Mas o grande protagonista da decisão foi novamente (e infelizmente) a arbitragem. Mesmo com a ajuda do árbitro de vídeo, por dois lances o juiz tomou decisões questionáveis. Primeiro ao marcar um pênalti a favo do Corinthians e depois anulando o segundo gol dos donos da casa. 

Apesar dos dois erros, foram equívocos que se compensaram, e analisando friamente (sem considerar os fatores psicológicos que acarretariam dos lances) os dois erros não influenciaram no resultado da partida.
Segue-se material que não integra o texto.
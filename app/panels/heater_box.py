"""The Segment Card's heater section: electric tracing as the trade specifies it.

A kind (none, constant output, self-limiting, thermostat-controlled), its numbers in display units
(outputs per metre of *heater*), the parallel runs and the metres of heater per metre of pipe, and
the segment's design margin on heat loss (blank = the project's). Every entry goes through the
card's one edit/refuse path (:mod:`app.panels.editing`), one undo step each.

Switching the kind keeps what it can, in the same undo step: the runs and the spiral ratio always;
the output between constant and thermostat; the first rating point of a self-limiting heater as the
output of the others and back. What a segment had under a kind is remembered, so switching back
gives it back. A fixed wall takes no tracing: the section is switched off and says why (switching to
a fixed wall removes the heater in the same undo step; see :mod:`app.panels.surroundings_box`).
"""

from __future__ import annotations

from typing import Any, Optional

from PySide6.QtWidgets import QGroupBox, QSpinBox

from app import messages, units
from app.panels.editing import EditorPanel, error_hint, hint, section_form, set_combo_data
from app.widgets.elided import ElidedComboBox

#: the kind combo: None = no heater, then the model's kinds (messages.HEATER_KINDS holds their words)
KIND_CHOICES: dict[Optional[str], str] = {None: "None", **messages.HEATER_KINDS}

#: a new heater of each kind, when the segment had none to carry over (starting points to overwrite:
#: 20 W/m is a common small-bore freeze-protection rating; self-limiting heaters are rated at a 10 °C
#: pipe, and their output roughly halves by 65 °C — common practice, enter the maker's figures)
NEW_HEATER: dict[str, dict[str, Any]] = {
    "constant": {"kind": "constant", "output_W_per_m": 20.0},
    "self_limiting": {"kind": "self_limiting", "output_low_W_per_m": 20.0, "temperature_low_K": 283.15,
                      "output_high_W_per_m": 10.0, "temperature_high_K": 338.15},
    "thermostat": {"kind": "thermostat", "output_W_per_m": 20.0, "set_point_K": 278.15},
}

KIND_HINTS: dict[Optional[str], str] = {
    None: "No electric tracing on this segment.",
    "constant": "The same output whatever the pipe temperature (series-resistance or mineral-insulated "
                "heaters). Enters at the pipe's outer wall, under the insulation.",
    "self_limiting": "Output falls as the pipe warms: a straight line through the two rating points, "
                     "never below zero (the usual design model, common practice). Take both points from "
                     "the maker's output curve for the pipe material.",
    "thermostat": "Full output below the set point, off above: the steady solve holds the set point where "
                  "the full output can and reports the share of time it is on.",
}
FIXED_WALL_NOTE = ("Not with a fixed wall: the wall temperature, or the steam on the wall, already heats the "
                   "pipe. Choose other surroundings to trace this segment.")
RUNS_HINT = ("Outputs are per metre of heater; the pipe gets output × runs × metres of heater per metre "
             "of pipe (more than 1 where the heater is spiralled).")

def _max_runs() -> int:
    """The model's bound on heater runs (written once, in solver.model)."""
    from solver.model import ConstantHeater

    return next(m.le for m in ConstantHeater.model_fields["count"].metadata if hasattr(m, "le"))


def converted(heater: Optional[dict], kind: Optional[str], remembered: Optional[dict] = None) -> Optional[dict]:
    """The heater of ``kind`` that keeps what it can of ``heater`` (a dump) and of what was ``remembered``.

    Runs and spiral ratio carry over; the output carries between constant and thermostat, and from
    a self-limiting heater's first rating point (its rated output) to the others and back.
    """
    if kind is None:
        return None
    new = dict(remembered) if remembered else dict(NEW_HEATER[kind])
    if heater is None:
        return new
    for key in ("count", "heater_per_pipe_length"):
        if key in heater:
            new[key] = heater[key]
    if remembered:
        return new
    rated = heater.get("output_low_W_per_m") if heater.get("kind") == "self_limiting" else heater.get("output_W_per_m")
    if rated is not None:
        if kind == "self_limiting":
            ratio = NEW_HEATER["self_limiting"]["output_high_W_per_m"] / NEW_HEATER["self_limiting"]["output_low_W_per_m"]
            new["output_low_W_per_m"] = rated
            new["output_high_W_per_m"] = rated * ratio
        else:
            new["output_W_per_m"] = rated
    return new


class HeaterBox(QGroupBox):
    """The 'Electric tracing' group of the Segment Card."""

    def __init__(self, editor: EditorPanel):
        super().__init__("Electric tracing")
        self.editor = editor
        self._memory: dict = {}  # (alternative, segment, name) -> {kind: heater dump it had}
        form = section_form(self)
        self.form = form
        self.kind_combo = ElidedComboBox()
        for key, text in KIND_CHOICES.items():
            self.kind_combo.addItem(text, key)
        self.kind_combo.activated.connect(self.on_kind)
        form.addRow("Heater", self.kind_combo)

        q = editor.quantity_edit
        self.edits = {
            "constant.output_W_per_m": q("power_per_length", "Heater output", "heater.output_W_per_m"),
            "self_limiting.output_low_W_per_m": q("power_per_length", "Output at the lower rating temperature",
                                                  "heater.output_low_W_per_m"),
            "self_limiting.temperature_low_K": q("temperature", "Lower rating temperature",
                                                 "heater.temperature_low_K"),
            "self_limiting.output_high_W_per_m": q("power_per_length", "Output at the upper rating temperature",
                                                   "heater.output_high_W_per_m"),
            "self_limiting.temperature_high_K": q("temperature", "Upper rating temperature",
                                                  "heater.temperature_high_K"),
            "thermostat.output_W_per_m": q("power_per_length", "Full output", "heater.output_W_per_m"),
            "thermostat.set_point_K": q("temperature", "Thermostat set point", "heater.set_point_K"),
        }
        rows = {
            "constant.output_W_per_m": "Output per m of heater",
            "self_limiting.output_low_W_per_m": "Output per m of heater",
            "self_limiting.temperature_low_K": "… at pipe temperature",
            "self_limiting.output_high_W_per_m": "and output",
            "self_limiting.temperature_high_K": "… at pipe temperature",
            "thermostat.output_W_per_m": "Full output per m of heater",
            "thermostat.set_point_K": "Set point (on below)",
        }
        for key, label in rows.items():
            form.addRow(label, self.edits[key])
        self.runs_spin = QSpinBox()
        self.runs_spin.setRange(1, _max_runs())
        self.runs_spin.setKeyboardTracking(False)  # one edit per finished entry, not per digit
        self.runs_spin.setToolTip(f"Parallel heater runs along the segment, 1 to {_max_runs()}")
        self.runs_spin.valueChanged.connect(self.on_runs)
        form.addRow("Runs", self.runs_spin)
        self.ratio_edit = q("dimensionless", "Heater per metre of pipe", "heater.heater_per_pipe_length")
        self.ratio_edit.line_edit.setToolTip("Metres of heater per metre of pipe: 1 for a straight run, more "
                                             "where the heater is spiralled round the pipe.")
        form.addRow("Heater per m of pipe", self.ratio_edit)
        self.rated = hint("")
        form.addRow(self.rated)
        self.margin_edit = q("fraction", "Design margin", "design_margin", allow_empty=True,
                             empty_text="project's")
        self.margin_edit.line_edit.setToolTip(
            "Margin on the worst-case heat loss when sizing this segment's tracing (common practice 10–25 %). "
            "Leave empty for the project's margin (Project details).")
        form.addRow("Design margin", self.margin_edit)
        self.note = hint(KIND_HINTS[None])
        form.addRow(self.note)
        self.error = error_hint()
        form.addRow(self.error)
        self._kind_rows = {kind: [e for k, e in self.edits.items() if k.startswith(kind + ".")]
                           for kind in messages.HEATER_KINDS}

    # ------------------------------------------------------------------ model -> widgets

    def show_segment(self, seg) -> None:
        heater = seg.heater
        kind = heater.kind if heater is not None else None
        fixed = seg.surroundings.kind == "fixed_wall"
        system = self.editor.doc.unit_system
        set_combo_data(self.kind_combo, kind)
        self.kind_combo.setEnabled(not fixed)
        for k, edits in self._kind_rows.items():
            for e in edits:
                self.form.setRowVisible(e, k == kind)
        for w in (self.runs_spin, self.ratio_edit, self.rated):
            self.form.setRowVisible(w, heater is not None)
        if heater is not None:
            for key, e in self.edits.items():
                k, field = key.split(".", 1)
                if k == kind:
                    e.set_value(getattr(heater, field))
            self.runs_spin.blockSignals(True)
            self.runs_spin.setValue(heater.count)
            self.runs_spin.blockSignals(False)
            self.ratio_edit.set_value(heater.heater_per_pipe_length)
            word = "at its lower rating point" if kind == "self_limiting" else "full output"
            self.rated.setText(f"Rated {units.format_value(seg.heat_input_W_per_m, 'power_per_length', system, 3)} "
                               f"per length of pipe ({word})")
        self.show_project_margin()
        self.margin_edit.set_value(seg.design_margin)
        self.note.setText(FIXED_WALL_NOTE if fixed else KIND_HINTS[kind] + (" " + RUNS_HINT if heater else ""))
        self.error.hide()

    def show_project_margin(self) -> None:
        """The project's margin in the empty margin box (it changes with the project, not the segment)."""
        margin = self.editor.doc.project.design_cases.design_margin
        text = f"project's, {units.format_value(margin, 'fraction', self.editor.doc.unit_system, 3)}"
        if self.margin_edit.line_edit.placeholderText() != text:
            self.margin_edit.setPlaceholderText(text)

    # ------------------------------------------------------------------ widgets -> commands

    def _key(self, seg) -> tuple:
        doc = self.editor.doc
        return (doc.current_index, doc.selected_segment, seg.name)

    def on_kind(self, _index: int) -> None:
        seg = self.editor.doc.selected
        kind = self.kind_combo.currentData()
        current = seg.heater.kind if seg is not None and seg.heater is not None else None
        if seg is None or self.editor.loading or kind == current:
            return
        memory = self._memory.setdefault(self._key(seg), {})
        old = seg.heater.model_dump() if seg.heater is not None else None
        if old is not None:
            memory[current] = old  # switching back to this kind gives it back
        new = converted(old, kind, memory.get(kind))
        text = (f"Remove the heater of '{seg.name}'" if kind is None
                else f"Trace '{seg.name}': {KIND_CHOICES[kind].split(' (')[0].lower()}")
        if not self.editor.set_fields({"heater": new}, text=text, error_label=self.error):
            set_combo_data(self.kind_combo, current)  # the model refused: show what it holds

    def on_runs(self, count: int) -> None:
        seg = self.editor.doc.selected
        if seg is None or seg.heater is None or self.editor.loading:
            return
        if not self.editor.set_fields({"heater.count": count}, error_label=self.error):
            self.runs_spin.blockSignals(True)
            self.runs_spin.setValue(seg.heater.count)
            self.runs_spin.blockSignals(False)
A questão é que o VAR tem sido muito mal utilizado no Brasil. Árbitros perdidos apoiando seus erros na imagem estão ficando cada vez mais frequentes. O pênalti marcado foi um absurdo e a falta marcada em cima de Dedé que anulou o gol de Pedrinho foi tão absurda quanto. 

Esquecendo um pouco a arbitragem, os gols de Robinho e Arrascaeta deram o título ao Cruzeiro. Jadson marcou o tento corintiano. Com o título, a Raposa se isolou como maior campeã da Copa do Brasil e ainda embolsou R$ 62 milhões, que ajudará o clube a pagar as dívidas feitas no início do ano.